This month, we read about a young woman called Henrietta. We’d like to share her story.
When Henrietta was 17, she threatened a girl in her class with a knife and was thrown out of school. Henrietta had not grown up in a stable family home.
At 17, she was lonely, angry and afraid. She thought using a knife could protect her. But it made her problems worse.
Henrietta told the Guardian newspaper in London that it was a chance meeting with people from an organisation called The Agency which saved her.
Four years on from the knife incident, she is 21 and works for EY Foundation, a charity supported by a big financial company, and she has an amazing job helping young people who are lost like she used to be to find good jobs for themselves.
The Agency was given a special award by the British parliament last month for helping people like Henrietta.
Marcus Fustini, who set up the organisation in Brazil, where he grew up, says the key to his success is talking direct to young people in difficult situations and getting to know what they and their friends and community need.
Just like they do in Brazil, where poor people live in areas called favelas (you may have read about them in WoW! here), Marcus’s teams don’t bring ready-made solutions to people.
They go out and ask young people in England who are hanging out at bus stops or in parks to talk about people in their neighbourhood who may have good ideas.
The Agency offers small amounts of money to try and set up a business that will help their community.
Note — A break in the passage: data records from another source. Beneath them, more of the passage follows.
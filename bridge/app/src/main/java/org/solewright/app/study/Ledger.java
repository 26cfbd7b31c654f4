package org.solewright.app.study;

import java.nio.file.Files;
import java.nio.file.Path;
import java.sql.Connection;
import java.sql.PreparedStatement;
import java.sql.ResultSet;
import java.sql.SQLException;
import java.sql.Statement;
import java.util.ArrayList;
import java.util.LinkedHashMap;
import java.util.List;
import java.util.Map;
import java.util.Optional;
import org.solewright.app.pipeline.UseCaseException;
import org.solewright.domain.finding.Finding;
import org.solewright.domain.finding.Severity;
import org.sqlite.SQLiteConfig;
import org.sqlite.SQLiteErrorCode;
import org.sqlite.SQLiteException;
Henrietta got money to bring young people like herself who had spent years without their own family into putting on plays and other shows in theatres.
“When my project was chosen, for the first time in my life, I felt proud of myself,” she said
Henrietta says she sometimes finds it hard to believe that now she has her own business and works with big companies in London to help young people in trouble. “It’s taken a lot to get used to it and I still have wobbles, but I’m basically now all: let’s do it!” she told The Guardian.